→ **Work item**
Please repeat only the stretch of records running from the first line through the line that contains "readonly confidence: number;".

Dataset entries
.....

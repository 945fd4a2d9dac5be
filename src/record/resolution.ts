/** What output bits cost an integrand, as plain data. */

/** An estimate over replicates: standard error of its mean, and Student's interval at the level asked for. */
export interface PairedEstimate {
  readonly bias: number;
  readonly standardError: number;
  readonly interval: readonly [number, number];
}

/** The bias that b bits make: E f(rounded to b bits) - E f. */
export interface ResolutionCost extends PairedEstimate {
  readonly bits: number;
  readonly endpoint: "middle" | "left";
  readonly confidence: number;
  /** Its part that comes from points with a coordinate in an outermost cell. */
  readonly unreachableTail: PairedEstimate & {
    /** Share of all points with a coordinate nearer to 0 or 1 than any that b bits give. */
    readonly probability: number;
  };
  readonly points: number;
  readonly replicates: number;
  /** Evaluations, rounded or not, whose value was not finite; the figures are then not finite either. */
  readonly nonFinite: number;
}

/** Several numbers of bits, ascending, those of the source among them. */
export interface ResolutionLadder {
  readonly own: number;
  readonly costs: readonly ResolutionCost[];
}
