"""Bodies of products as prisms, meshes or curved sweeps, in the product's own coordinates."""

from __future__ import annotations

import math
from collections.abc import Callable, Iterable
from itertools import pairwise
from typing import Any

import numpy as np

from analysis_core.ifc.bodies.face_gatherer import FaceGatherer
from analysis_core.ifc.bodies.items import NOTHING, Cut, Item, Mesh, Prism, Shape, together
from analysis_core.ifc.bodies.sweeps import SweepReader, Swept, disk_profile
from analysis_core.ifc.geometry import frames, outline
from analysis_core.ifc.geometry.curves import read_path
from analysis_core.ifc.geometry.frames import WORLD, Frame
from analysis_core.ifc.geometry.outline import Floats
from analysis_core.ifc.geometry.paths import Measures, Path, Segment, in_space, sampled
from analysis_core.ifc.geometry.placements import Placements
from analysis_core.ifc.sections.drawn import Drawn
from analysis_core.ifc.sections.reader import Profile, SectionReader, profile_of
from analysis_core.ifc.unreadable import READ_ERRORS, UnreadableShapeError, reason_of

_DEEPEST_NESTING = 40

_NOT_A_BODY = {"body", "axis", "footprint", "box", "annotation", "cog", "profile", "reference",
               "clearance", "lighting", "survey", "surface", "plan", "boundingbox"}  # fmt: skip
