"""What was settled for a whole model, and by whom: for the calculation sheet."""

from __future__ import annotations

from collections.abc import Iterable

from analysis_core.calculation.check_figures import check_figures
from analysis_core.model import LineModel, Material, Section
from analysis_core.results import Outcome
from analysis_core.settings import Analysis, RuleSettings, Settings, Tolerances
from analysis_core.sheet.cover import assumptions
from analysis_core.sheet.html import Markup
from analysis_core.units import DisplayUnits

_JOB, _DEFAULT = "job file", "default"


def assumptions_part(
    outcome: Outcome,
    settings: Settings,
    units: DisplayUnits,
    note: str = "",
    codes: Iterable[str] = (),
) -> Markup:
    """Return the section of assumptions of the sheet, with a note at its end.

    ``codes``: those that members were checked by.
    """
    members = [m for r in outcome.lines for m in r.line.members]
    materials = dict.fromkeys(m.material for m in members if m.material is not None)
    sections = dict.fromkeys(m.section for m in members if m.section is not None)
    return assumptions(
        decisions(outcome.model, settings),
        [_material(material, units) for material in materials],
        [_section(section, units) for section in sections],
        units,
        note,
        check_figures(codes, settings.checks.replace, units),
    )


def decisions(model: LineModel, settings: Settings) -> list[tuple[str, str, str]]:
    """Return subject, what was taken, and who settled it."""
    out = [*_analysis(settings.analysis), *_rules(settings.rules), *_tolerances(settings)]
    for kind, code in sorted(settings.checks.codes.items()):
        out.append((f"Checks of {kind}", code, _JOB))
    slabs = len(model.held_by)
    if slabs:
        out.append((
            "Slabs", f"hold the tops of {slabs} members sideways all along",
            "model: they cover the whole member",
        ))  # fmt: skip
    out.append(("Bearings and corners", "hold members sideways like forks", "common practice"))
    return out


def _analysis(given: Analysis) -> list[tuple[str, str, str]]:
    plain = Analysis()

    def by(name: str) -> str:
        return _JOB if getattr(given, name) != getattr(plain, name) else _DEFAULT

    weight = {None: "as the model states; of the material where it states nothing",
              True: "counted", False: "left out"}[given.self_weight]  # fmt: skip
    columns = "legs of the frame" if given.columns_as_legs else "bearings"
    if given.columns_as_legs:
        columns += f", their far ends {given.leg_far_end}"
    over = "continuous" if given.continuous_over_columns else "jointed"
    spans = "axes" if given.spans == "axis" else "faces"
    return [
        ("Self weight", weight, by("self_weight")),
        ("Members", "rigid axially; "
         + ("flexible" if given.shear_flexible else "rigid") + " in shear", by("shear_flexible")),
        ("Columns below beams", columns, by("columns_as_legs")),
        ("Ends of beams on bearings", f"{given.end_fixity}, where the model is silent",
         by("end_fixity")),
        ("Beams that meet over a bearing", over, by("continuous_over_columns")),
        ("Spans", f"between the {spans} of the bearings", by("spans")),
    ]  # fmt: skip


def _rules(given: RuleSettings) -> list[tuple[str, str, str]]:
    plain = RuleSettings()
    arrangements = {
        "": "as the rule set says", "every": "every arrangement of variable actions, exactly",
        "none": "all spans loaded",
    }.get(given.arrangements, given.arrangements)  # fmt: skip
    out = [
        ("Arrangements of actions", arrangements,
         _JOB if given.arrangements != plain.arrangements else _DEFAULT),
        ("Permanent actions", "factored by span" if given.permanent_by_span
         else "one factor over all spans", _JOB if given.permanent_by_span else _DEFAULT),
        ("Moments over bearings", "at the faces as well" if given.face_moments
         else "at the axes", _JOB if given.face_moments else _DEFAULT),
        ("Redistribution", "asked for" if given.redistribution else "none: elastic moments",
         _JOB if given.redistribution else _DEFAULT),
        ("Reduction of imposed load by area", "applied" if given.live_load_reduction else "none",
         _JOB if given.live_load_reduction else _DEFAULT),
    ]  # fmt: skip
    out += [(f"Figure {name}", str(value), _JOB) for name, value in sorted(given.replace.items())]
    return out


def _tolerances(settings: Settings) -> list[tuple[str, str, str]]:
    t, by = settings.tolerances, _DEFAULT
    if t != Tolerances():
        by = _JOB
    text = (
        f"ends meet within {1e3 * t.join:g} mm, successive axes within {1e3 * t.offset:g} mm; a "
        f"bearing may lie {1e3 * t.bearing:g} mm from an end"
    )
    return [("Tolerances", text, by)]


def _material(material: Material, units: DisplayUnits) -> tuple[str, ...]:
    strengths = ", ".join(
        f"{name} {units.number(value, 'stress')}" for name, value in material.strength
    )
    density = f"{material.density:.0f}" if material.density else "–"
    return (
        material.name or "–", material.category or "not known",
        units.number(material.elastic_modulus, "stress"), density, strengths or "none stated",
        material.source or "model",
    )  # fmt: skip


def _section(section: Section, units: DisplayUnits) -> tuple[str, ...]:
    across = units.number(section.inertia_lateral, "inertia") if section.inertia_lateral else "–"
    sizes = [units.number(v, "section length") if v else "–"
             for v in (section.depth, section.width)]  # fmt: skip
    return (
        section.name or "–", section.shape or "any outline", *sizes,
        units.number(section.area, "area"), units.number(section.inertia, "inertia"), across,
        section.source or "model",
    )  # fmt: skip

.....

→ **Output below**
repository 945fd4a2d9dac5be
filename src/record/resolution.ts
/** What output bits cost an integrand, as plain data. */

/** An estimate over replicates: standard error of its mean, and Student's interval at the level asked for. */
export interface PairedEstimate {
  readonly bias: number;
  readonly standardError: number;
  readonly interval: readonly [number, number];
}

/** The bias that b bits make: E f(rounded to b bits) - E f. */
export interface ResolutionCost extends PairedEstimate {
  readonly bits: number;
  readonly endpoint: "middle" | "left";
  readonly confidence: number;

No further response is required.